Record excerpts:
static void all_zero(void **state)
{
    (void)state;
    /* recorded zeros are real: a session of coasting has a curve of zeros, not "no data" */
    const double z[4] = {0, 0, 0, 0};
    cpd_session_segment g = seg(0, z, 4);
    cpd_mmp_ws *w = cpd_mmp_alloc(4);
    cpd_mmp_curve c;
    assert_int_equal(cpd_mmp_segments(w, &g, 1, &c), CPD_OK);
    assert_int_equal(c.n, 4);
    for (size_t i = 0; i < 4; i++)
        assert_true(c.value[i] == 0 && c.start_s[i] == 0);
    cpd_mmp_free(w);
}

/* A raw 1-Hz session with integer times from t0: short dropouts (1-5 missing seconds, filled),
 * long gaps (6-40 missing, splits), spikes above 'spike' and the odd recorded zero. */
static size_t raw_session(rng *r, size_t seconds, double t0, double spike, size_t long_at, double p_long, double *t,
                          double *v)
{
    size_t n = 0;
    double clock = t0;
    for (size_t k = 0; k < seconds; k++) {
        double u = rng_uniform(r);
        if (k == long_at || (u < p_long && k > 0))
            clock += 6 + (double)(int)(35 * rng_uniform(r));
        else if (u < p_long + 0.02 && k > 0)
            clock += 1 + (double)(int)(5 * rng_uniform(r));
        double x = 210 + 85 * rng_normal(r);
        if (x < 0 || rng_uniform(r) < 0.01)
            x = 0;
        if (rng_uniform(r) < 0.002)
            x = spike + 1 + 900 * rng_uniform(r);
        t[n] = clock;
        v[n] = x;
        n++;
        clock += 1;
    }
    return n;
}

typedef struct {
    size_t seconds;
    double t0;
    double ceiling; /* 0: the default 2500 W */
    size_t long_at; /* where a forced split goes */
    double p_long;  /* chance of a long gap at each second */
} spec;

static void against_numpy(void **state)
{
    (void)state;
    /* four sessions: two ordinary, one with a segment of more than an hour (coarse grid), one with
     * a caller's ceiling of 1500 W instead of the default spike limit */
    const spec sp[4] = {
        {1600, 1000, 0, 700, 0.0015}, {950, 0, 1500, 400, 0.003}, {4500, 37, 0, 4380, 0}, {240, 5, 0, 120, 0}};
    enum { MAXN = 4600, MAXOUT = 4 * (3 * 3700 + 1) + 5 * 3700 + 1 };
    double *t[4], *v[4];
    size_t n[4];
    rng r = {0x5e55101};
    size_t text_cap = 4 * MAXN * 64 + 1024, len = 0;
    char *text = malloc(text_cap);
    double *ref = malloc(MAXOUT * sizeof *ref);
    assert_non_null(text);
    assert_non_null(ref);
    for (int s = 0; s < 4; s++) {
        t[s] = malloc(MAXN * sizeof *t[s]);
        v[s] = malloc(MAXN * sizeof *v[s]);
        assert_non_null(t[s]);
        assert_non_null(v[s]);
        double limit = sp[s].ceiling > 0 ? sp[s].ceiling : CPD_SESSION_SPIKE_POWER_W;
        n[s] = raw_session(&r, sp[s].seconds, sp[s].t0, limit, sp[s].long_at, sp[s].p_long, t[s], v[s]);
        len += (size_t)snprintf(text + len, text_cap - len, "session %d %d %.17g\n", 11 + s, 19000 + 3 * s, limit);
        for (size_t i = 0; i < n[s]; i++)
            len += (size_t)snprintf(text + len, text_cap - len, "%.17g %.17g\n", t[s][i], v[s][i]);
    }
    /* numpy brute force, run now (tests/ref/mmp_ref.py, numpy 1.24) */
    int got = pyref_run("mmp_ref.py", text, ref, MAXOUT, -1);
    assert_true(got > 0);

    cpd_session_ws *sw = cpd_session_alloc(0);
    cpd_mmp_ws *mw = cpd_mmp_alloc(0);
    cpd_mmp_season *season = cpd_mmp_season_alloc();
    assert_non_null(sw);
    assert_non_null(mw);
    assert_non_null(season);
    int k = 0;
    for (int s = 0; s < 4; s++) {
        cpd_session_opts o;
        cpd_session_opts_init(&o, CPD_SESSION_POWER);
        o.ceiling = sp[s].ceiling;
        cpd_session cs;
        char msg[CPD_MSG_MAX];
        assert_int_equal(cpd_session_clean(sw, t[s], v[s], n[s], &o, &cs, msg), CPD_OK);
        /* the data really have what the test is about */
        assert_true(cs.filled_s > 0);
        assert_true(cs.n_splits >= 1);
        assert_true(cs.n_spikes >= 1 || s == 3);
        if (s == 2)
            assert_true(cs.longest_s > 3660);
        cpd_mmp_curve c;
        assert_int_equal(cpd_mmp_session(mw, &cs, &c), CPD_OK);
        assert_true(k < got);
        assert_int_equal(c.n, (size_t)ref[k]);
        k++;
        for (size_t i = 0; i < c.n; i++, k += 3) {
            assert_true(c.duration_s[i] == ref[k]);
            /* both sides are exact sums to ~1e-15; the filled seconds are the same linear
             * interpolation written twice, so 1e-9 relative leaves room only for rounding */
            assert_true(fabs(c.value[i] - ref[k + 1]) <= 1e-9 * fabs(ref[k + 1]));
            assert_true(c.start_s[i] == ref[k + 2]);
        }
        assert_int_equal(cpd_mmp_season_add(season, &c, 11 + s, 19000 + 3 * s), CPD_OK);
    }
    assert_int_equal(season->n, (size_t)ref[k]);
    k++;
    for (size_t i = 0; i < season->n; i++, k += 5) {
        assert_true(season->duration_s[i] == ref[k]);
        assert_true(fabs(season->value[i] - ref[k + 1]) <= 1e-9 * fabs(ref[k + 1]));
        assert_true(season->start_s[i] == ref[k + 2]);
        assert_true(season->session[i] == (int64_t)ref[k + 3]);
        assert_true(season->date_days[i] == (int)ref[k + 4]);
    }
    assert_int_equal(k, got);
    cpd_mmp_season_free(season);
    cpd_mmp_free(mw);
    cpd_session_free(sw);
    for (int s = 0; s < 4; s++) {
        free(t[s]);
        free(v[s]);
    }
    free(ref);
    free(text);
}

Assigned task:
Search the entries above for "snprintf". Return every line that has it.

Written solution:
        len += (size_t)snprintf(text + len, text_cap - len, "session %d %d %.17g\n", 11 + s, 19000 + 3 * s, limit);
            len += (size_t)snprintf(text + len, text_cap - len, "%.17g %.17g\n", t[s][i], v[s][i]);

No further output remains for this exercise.